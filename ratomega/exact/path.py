"""The path to the limit point: every parameter is c + d t, and the answer is the value at t -> 0.

This module is the one place that says what a parameter on the path is. ``SMALL_PARAMETERS`` is the ordered list of
path parameters, the first taken to zero last; one is implemented.
"""

from __future__ import annotations

from dataclasses import dataclass

from ratomega.exact.rational import ZERO, Rational, exact_text

__all__ = ["SMALL_PARAMETERS", "Linear", "integer_combination", "leaves_the_ratio"]

SMALL_PARAMETERS = ("t",)


@dataclass(frozen=True, slots=True)
class Linear:
    """The exact linear form ``constant + slope t``.

    >>> x = Linear(Rational(1, 2), Rational(1))
    >>> str(x + x), (x - x).is_zero()
    ('1 + 2*t', True)
    """

    constant: Rational
    slope: Rational = ZERO

    def __add__(self, other: Linear) -> Linear:
        return Linear(self.constant + other.constant, self.slope + other.slope)

    def __sub__(self, other: Linear) -> Linear:
        return Linear(self.constant - other.constant, self.slope - other.slope)

    def __neg__(self) -> Linear:
        return Linear(-self.constant, -self.slope)

    def scaled(self, factor: Rational | int) -> Linear:
        return Linear(self.constant * factor, self.slope * factor)

    def is_zero(self) -> bool:
        """True when the form vanishes all along the path, not only at its end."""
        return self.constant == 0 and self.slope == 0

    def __str__(self) -> str:
        if self.slope == 0:
            return exact_text(self.constant)
        top, bottom = abs(self.slope.p), self.slope.q
        term = ("t" if top == 1 else f"{top}*t") + ("" if bottom == 1 else f"/{bottom}")
        if self.constant == 0:
            return f"-{term}" if self.slope < 0 else term
        return f"{exact_text(self.constant)} {'-' if self.slope < 0 else '+'} {term}"


def leaves_the_ratio(eps1: Linear, eps2: Linear) -> bool:
    """Does the path leave the ratio eps2/eps1 of its end point to first order?

    >>> leaves_the_ratio(Linear(Rational(1)), Linear(Rational(1), Rational(1)))
    True
    >>> leaves_the_ratio(Linear(Rational(1), Rational(2)), Linear(Rational(1), Rational(2)))
    False
    """
    return bool(eps1.constant * eps2.slope != eps2.constant * eps1.slope)


def integer_combination(form: Linear, eps1: Linear, eps2: Linear) -> tuple[int, int] | None:
    """Integers (m, n) with ``form = m eps1 + n eps2`` all along the path, or None.

    On a path that stays on the ratio many pairs can qualify; the one with the smallest |m| + |n| is returned.

    >>> one = Linear(Rational(1)); moving = Linear(Rational(1), Rational(1))
    >>> integer_combination(Linear(Rational(2)), one, moving), integer_combination(Linear(Rational(1, 2)), one, moving)
    ((2, 0), None)
    """
    determinant = eps1.constant * eps2.slope - eps2.constant * eps1.slope
    if determinant != 0:
        m = (form.constant * eps2.slope - eps2.constant * form.slope) / determinant
        n = (eps1.constant * form.slope - form.constant * eps1.slope) / determinant
        return (int(m.p), int(n.p)) if m.q == 1 and n.q == 1 else None
    if form.constant * eps1.slope != form.slope * eps1.constant:
        return None
    ratio = eps2.constant / eps1.constant
    target = form.constant / eps1.constant * ratio.q
    if target.q != 1:
        return None
    # m alpha + n beta = target in coprime integers: one residue class of n, and |m| + |n| is convex along it.
    alpha, beta, whole = int(ratio.q), int(ratio.p), int(target.p)
    first = whole * pow(beta, -1, alpha) % alpha if alpha > 1 else 0
    centre = whole // beta
    near = [first + alpha * (x // alpha + shift) for x in (-first, centre - first) for shift in (-1, 0, 1)]
    pairs = [((whole - n * beta) // alpha, n) for n in near]
    return min(pairs, key=lambda pair: (abs(pair[0]) + abs(pair[1]), pair))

* **YOUR INSTRUCTIONS**: With every line kept whole, write out the records again exactly.

* **ANSWER SECTION**:
filename ratomega/exact/path.py
"""The path to the limit point: every parameter is c + d t, and the answer is the value at t -> 0.

This module is the one place that says what a parameter on the path is. ``SMALL_PARAMETERS`` is the ordered list of
path parameters, the first taken to zero last; one is implemented.
"""

from __future__ import annotations

from dataclasses import dataclass

from ratomega.exact.rational import ZERO, Rational, exact_text

__all__ = ["SMALL_PARAMETERS", "Linear", "integer_combination", "leaves_the_ratio"]

SMALL_PARAMETERS = ("t",)


@dataclass(frozen=True, slots=True)
class Linear:
    """The exact linear form ``constant + slope t``.

    >>> x = Linear(Rational(1, 2), Rational(1))
    >>> str(x + x), (x - x).is_zero()
    ('1 + 2*t', True)
    """

    constant: Rational
    slope: Rational = ZERO

    def __add__(self, other: Linear) -> Linear:
        return Linear(self.constant + other.constant, self.slope + other.slope)

    def __sub__(self, other: Linear) -> Linear:
        return Linear(self.constant - other.constant, self.slope - other.slope)

    def __neg__(self) -> Linear:
        return Linear(-self.constant, -self.slope)

    def scaled(self, factor: Rational | int) -> Linear:
        return Linear(self.constant * factor, self.slope * factor)

    def is_zero(self) -> bool:
        """True when the form vanishes all along the path, not only at its end."""
        return self.constant == 0 and self.slope == 0

    def __str__(self) -> str:
        if self.slope == 0:
            return exact_text(self.constant)
        top, bottom = abs(self.slope.p), self.slope.q
        term = ("t" if top == 1 else f"{top}*t") + ("" if bottom == 1 else f"/{bottom}")
        if self.constant == 0:
            return f"-{term}" if self.slope < 0 else term
        return f"{exact_text(self.constant)} {'-' if self.slope < 0 else '+'} {term}"


def leaves_the_ratio(eps1: Linear, eps2: Linear) -> bool:
    """Does the path leave the ratio eps2/eps1 of its end point to first order?

    >>> leaves_the_ratio(Linear(Rational(1)), Linear(Rational(1), Rational(1)))
    True
    >>> leaves_the_ratio(Linear(Rational(1), Rational(2)), Linear(Rational(1), Rational(2)))
    False
    """
    return bool(eps1.constant * eps2.slope != eps2.constant * eps1.slope)


def integer_combination(form: Linear, eps1: Linear, eps2: Linear) -> tuple[int, int] | None:
    """Integers (m, n) with ``form = m eps1 + n eps2`` all along the path, or None.

    On a path that stays on the ratio many pairs can qualify; the one with the smallest |m| + |n| is returned.

    >>> one = Linear(Rational(1)); moving = Linear(Rational(1), Rational(1))
    >>> integer_combination(Linear(Rational(2)), one, moving), integer_combination(Linear(Rational(1, 2)), one, moving)
    ((2, 0), None)
    """
    determinant = eps1.constant * eps2.slope - eps2.constant * eps1.slope
    if determinant != 0:
        m = (form.constant * eps2.slope - eps2.constant * form.slope) / determinant
        n = (eps1.constant * form.slope - form.constant * eps1.slope) / determinant
        return (int(m.p), int(n.p)) if m.q == 1 and n.q == 1 else None
    if form.constant * eps1.slope != form.slope * eps1.constant:
        return None
    ratio = eps2.constant / eps1.constant
    target = form.constant / eps1.constant * ratio.q
    if target.q != 1:
        return None
    # m alpha + n beta = target in coprime integers: one residue class of n, and |m| + |n| is convex along it.
    alpha, beta, whole = int(ratio.q), int(ratio.p), int(target.p)
    first = whole * pow(beta, -1, alpha) % alpha if alpha > 1 else 0
    centre = whole // beta
    near = [first + alpha * (x // alpha + shift) for x in (-first, centre - first) for shift in (-1, 0, 1)]
    pairs = [((whole - n * beta) // alpha, n) for n in near]
    return min(pairs, key=lambda pair: (abs(pair[0]) + abs(pair[1]), pair))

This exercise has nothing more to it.